Arguments after a -- token are not parsed as compiler options; they are passed through as runtime arguments to your program (for example for the sys module and tests).

Common options

OptionDescription
-h, --helpShow help and exit.
-V, --versionPrint compiler name and version.
-F, --file=<path>Input .fg file (optional if the file is the first positional argument).
-C, --code=<string>Source code as a string instead of a file.
-FM, --formatFormat the input file in place (not compatible with -FMP).
-FMP, --format-printPrint formatted source to stdout (not compatible with -FM).
-O0, -O1, -O2, -O3Optimization level; default is -O0.
-e, --entry-point=<name>Entry symbol name (default follows your build; often fg_main-style for apps).
-L <path>Add a library search path (may appear multiple times).
-l <lib>Link a system library (may appear multiple times).
--framework <name>macOS: link a framework (may appear multiple times).
-S, --serverOptional link hint for Vortex (HTTP). If you already bring vortex, you typically do not need this—bring records the right native library.
--linker-warningsPass linker warnings through where supported.
-E, --emit=<kind>Select compiler output: tokens, ast, sem, ir, obj, exe, or jit (if your build supports the kind).
-D, --dumpWith JSON/IR emit: also print to stdout when a pass runs.
-OD, --output-dir=<path>Directory for generated files; default is often a build/-style directory under the project.
-o, --output=<path>AOT: output path of the final executable.

AOT vs JIT: For AOT, use flowwing, pass -o path when you want a named executable, then run that path. For run without creating an app binary, use flowwing-jit myapp.fg — the JIT program executes your .fg in one go (handy for quick iteration, similar to a script). If you only have one compiler binary (for example a from-source build that stages a single build/sdk/bin/FlowWing), that file is either AOT or JIT depending on which preset you built last, not both at once.
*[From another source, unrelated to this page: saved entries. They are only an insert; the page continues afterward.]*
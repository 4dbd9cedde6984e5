import type { ReactNode } from "react";
import { Mark } from "../layout/mark.tsx";

/** Says what would be here and what to do first. */
export function EmptyState({ title, children, action }: { title: string; children: ReactNode; action?: ReactNode }) {
  return (
    <div className="grid justify-items-center gap-1 px-6 py-12 text-center">
      <span className="mb-2 opacity-60">
        <Mark size={40} />
      </span>
      <p className="font-serif text-xl">{title}</p>
      <p className="max-w-prose text-ink-2">{children}</p>
      {action ? <div className="mt-3">{action}</div> : null}
    </div>
  );
}
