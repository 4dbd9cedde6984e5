import type { Page } from "playwright-core";
import { corundumReadings, recordReadings } from "./record-readings.ts";

/** Another gemmologist begins, reads without having seen anything, compares, and agrees. */
export async function checkBlind(page: Page, { labSlug, stoneCode }: { labSlug: string; stoneCode: string }): Promise<void> {
  await page.goto(`/lab/${labSlug}/stones/${stoneCode}/second-check`);
  await page.getByRole("button", { name: "Begin" }).click();
  await page.getByRole("heading", { name: "New reading" }).waitFor();
  await recordReadings(page, corundumReadings.filter(({ test }) => test === "refractometer" || test === "polariscope" || test === "density"));
  await page.getByLabel("Species, or “not determined”").fill("Corundum");
  await page.getByRole("combobox", { name: "Nature" }).selectOption("synthetic");
  await page.getByRole("button", { name: "Compare" }).click();
  await page.getByRole("heading", { name: "Your decision" }).waitFor();
  await page.getByRole("radio", { name: /agree/i }).first().check();
  await page.getByRole("button", { name: "Decide" }).click();
  await page.getByText("The check agrees with the conclusion.").waitFor();
}
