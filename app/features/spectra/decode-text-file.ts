/** The text of a file: Unicode by its mark or by its bytes, else the Western set that old instruments write. */
export function decodeTextFile(bytes: Uint8Array): string {
  const marked = bytes[0] === 0xff && bytes[1] === 0xfe ? "utf-16le" : bytes[0] === 0xfe && bytes[1] === 0xff ? "utf-16be" : undefined;
  if (marked) return new TextDecoder(marked).decode(bytes);
  try {
    return new TextDecoder("utf-8", { fatal: true }).decode(bytes);
  } catch {
    return new TextDecoder("windows-1252").decode(bytes);
  }
}
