import { describedBy, FieldFrame, inputLook, type FieldFrameProps } from "./field-frame.tsx";

type Option = { value: string; label: string };
type SelectFieldProps = FieldFrameProps &
  Omit<React.ComponentProps<"select">, "id" | "className" | "children"> & {
    name: string;
    options: readonly Option[];
    /** The first, empty choice: shown until something is chosen. */
    emptyLabel?: string;
  };

export function SelectField({ id, label, unit, hint, errors, isRequired = true, className, options, emptyLabel, ...select }: SelectFieldProps) {
  return (
    <FieldFrame {...{ id, label, unit, hint, errors, isRequired, className }}>
      <select id={id} {...select} {...describedBy({ id, hint, errors })} className={inputLook}>
        {emptyLabel === undefined ? null : <option value="">{emptyLabel}</option>}
        {options.map(({ value, label: text }) => (
          <option key={value} value={value}>
            {text}
          </option>
        ))}
      </select>
    </FieldFrame>
  );
}
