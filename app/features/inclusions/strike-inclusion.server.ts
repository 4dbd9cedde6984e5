import { and, eq, isNull, sql } from "drizzle-orm";
import { inTransaction } from "#app/db/in-transaction.server.ts";
import { inclusions, stones } from "#app/db/schema/index.ts";
import { AppError } from "#app/domain/app-error.ts";
import { recordAudit } from "#app/features/audit/record-audit.server.ts";
import type { LabContext } from "#app/features/lab-context.ts";
import { requireRole } from "#app/features/require-role.ts";
import { stoneUnderExamination } from "#app/features/stones/stone-under-examination.server.ts";

/** Strikes an inclusion through: it stays legible, with who, when and why. Once; by the examiner or whoever recorded it. */
export async function strikeInclusion(ctx: LabContext, { stoneCode, sequence, reason }: { stoneCode: string; sequence: number; reason: string }): Promise<void> {
  requireRole(ctx, "readings.record");
  const { laboratoryId, actorId, now } = ctx;
  await inTransaction(ctx.db, async (tx) => {
    const scope = { ...ctx, db: tx };
    const stone = await stoneUnderExamination(scope, stoneCode);
    const mine = and(eq(inclusions.laboratoryId, laboratoryId), eq(inclusions.stoneId, stone.id), eq(inclusions.sequence, sequence));
    const [found] = await tx.select({ observerId: inclusions.observerId }).from(inclusions).where(mine);
    if (!found) throw new AppError("not_found", "There is no such inclusion.");
    if (found.observerId !== actorId && stone.examinerId !== actorId) throw new AppError("forbidden", "Only the examiner of this stone or whoever recorded it may strike it.");
    const [result] = await tx.update(inclusions).set({ struckAt: now, struckBy: actorId, struckReason: reason }).where(and(mine, isNull(inclusions.struckAt)));
    if (result.affectedRows !== 1) throw new AppError("conflict", "This inclusion was struck already; the first reason stands.");
    await tx.update(stones).set({ version: sql`${stones.version} + 1` }).where(and(eq(stones.laboratoryId, laboratoryId), eq(stones.id, stone.id)));
    await recordAudit(scope, { action: "inclusion.struck", subject: { kind: "stone", id: stone.id }, detail: { sequence }, reason });
  });
}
Prefer a packaged SDK to get flowwing and flowwing-jit on PATH together.

Examples

Version

flowwing --version

AOT: compile, then run (separate native executable on disk)

flowwing myapp.fg -o build/bin/myapp
./build/bin/myapp

JIT: run the .fg directly (no -o step; use the JIT binary from your SDK)

flowwing-jit myapp.fg

On Windows, if flowwing-jit is not on PATH yet, call the installed name, for example FlowWing-jit.exe myapp.fg. With one self-built FlowWing that was produced with a JIT preset, the same “run in one step” style is just:

./build/sdk/bin/FlowWing myapp.fg

(That only applies when that binary is the JIT build; for AOT, use -o and run the output.)

From the compiler repo (developer workflow): after make build-jit-debug, you can also use make run-jit-debug FILE=path/to/myapp.fg, which invokes the staged JIT the same way as build/sdk/bin/FlowWing myapp.fg.

Format and print to stdout (does not rewrite the file in place)

flowwing -FMP myapp.fg

Pass arguments to your program

flowwing myapp.fg -- --flag-for-program value

For a complete and accurate list, run flowwing --help or flowwing-jit --help (depending on which binary you are using). Different releases may add or rename options.